Hello Eric,

This is my ticket number : 624563083. M. Mehdi Boukraa is following my case (french language).

He made some tries, with differents devices (android and ios' devices), but I'm a little bit stuck here

help would be very grateful!

Thanks in advance.

Jonathan

I'd love to have one to test.  I'm not in a position to take my client's out of production.

My memory is that, when connected to a residential-class NATting router, primary network on VAP0, guest network on VAP1, Open network with captive portal enabled with guest auth, unsecured portal page, no https admin WebUI enabled...the CP worked (though I never tested it with iOS6).

Once it was connected to a real firewall with disabled inter-subnet routing and specific "pin hole" rules to allow http and https (even unfiltered, unproxied) from guest WLAN to WebUI/CP network, things changed.  At that time, I also did some VLAN juggling.

The CP continued to work (mostly) from Android and Windows devices, but there were changes.  Android devices stopped offering the notification to log into a guest network (browser auto-redirect to CP still worked, but the OS's notification stopped).  Windows boxes worked as usual.

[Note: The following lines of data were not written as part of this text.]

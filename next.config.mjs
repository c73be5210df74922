/** @type {import('next').NextConfig} */
const nextConfig = {
  // Server-only packages with native or Node-specific code stay outside the bundle.
  serverExternalPackages: ["pg", "puppeteer-core", "nodemailer"],
  poweredByHeader: false,
  typedRoutes: false,
};

export default nextConfig;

Once deployed, it also became apparent that the well-documented iOS6 problem became apparent.  Of course, probably 90% of the guests are?...iOS6.

I have tried disabling the secure WebUI, placing the WAP321's IP address in the same IP network as the guests, disabling post-authentication redirection (from the CP)...all independently and together.  No joy.

Current firmware.

Eric,

Anything new on this?  The CP was one of the primary reasons my client purchased the WAP321, and it's a cause for embarrasment that it's not working.

Is there anything to report?

Thanks,

Andy

Hello all,

too much work these days, so personnaly I put it in stand by... I report asap.

Regards,

Jon

I was just in a meeting yesterday, and for this issue with CP. We have been asked to make sure all issues regarding this have been given cases numbers and are documented.

The way Cisco approaches issues is that the issues with the most cases opened, get the most attention. If you had a case and it is currently closed, please call in to have it reopened. If you do not have one, please call in to have one created. Once they are opened they will be funneled to me and I can help get them where they need to be.

Eric Moyers

I'm at a loss as to why I didn't get an email corresponding to your post, Eric.  I got the one from Jonathan's post just above it.

At any rate, we've started a ticket #624840121 for this rather long-standing problem (that makes this feature unusable as >50% of casual wireless clients are iOS).

Thanks for following up, Eric!

Hello Mr.Kinnard, I was actually approached on your case just over an hour ago. We have escalated your case to the Level 2 group handling this issue and you should be contacted by them shortly.

Thanks

Eric Moyers

I think it would behoove Cisco's brand image to stop considering this issue in terms of individual cases and start considering this as a show-stopping bug in a major feature of its premier Small Business line WAP.  It is totally pathetic that you have to come here requesting people start tickets on a long-standing problem that management can conclude is significant based on nothing more than the nature of the problem...it HAS to be affecting everyone that used the captive portal (unless they live in an island on which there is no Apple).

Totally agree with you Andy...

We bought these AP for its CP capabilities. I was expected from CISCO (or linksys?!) a little bit more. I did more tests, and it always works if I type on safari/firefox "http(s)://bla.bla.bla/cp.cgi?action=captive". of course, this is not a solution, but it demonstrates that it's not a firewall/router/vlan/switch problem...

I made some dummy searchs, and I found something related to MTU/jumbo frame, and that we had to lower it (below 1500 according to macrumors forum). but, hey!? can't find the option...

So I'm still frustrated. What can I do? Open security, no CP? of course not.

CISCO, we don't need help, we need solution and we need this working!

Yeah, there plain ISN'T an MTU option anywhere in the Web UI.

I have found no set of options that makes the CP work with iOS despite having tried many that shouldn't even impact it (like disabling HTTPS for the WebUI).  I do suspect that there is more going on than quickly meets the eye (AEB the change in behavior once I attached the unit to a real firewall such that guest networks were separated from other networks), and I'm sure we could at least figure out where the process fails if we were to generate enough packet captures and pour over those until our eyes bleed.

...BUT, that's simply not our job, nor would we be able to charge ANYONE for the many hours of skilled labor that would require...which would compound the already existing pain of recommending to our clients a product that simply doesn't work as advertised and which the manufacturer seems content to ignore (despite it characteristics that would impact every single customer who bought it to use the CP).  That type of bug tracking and squashing is supposed to be performed by the developers, and it should not take Cisco many months just to sufficiently prioritize the problem.

Anyone experiencing this issue, please call Cisco at the number in Eric's sig and get yourself a ticket #.  Post it back here so we can turn up the heat on this issue: it appears to be the ONLY metric to which management will attend.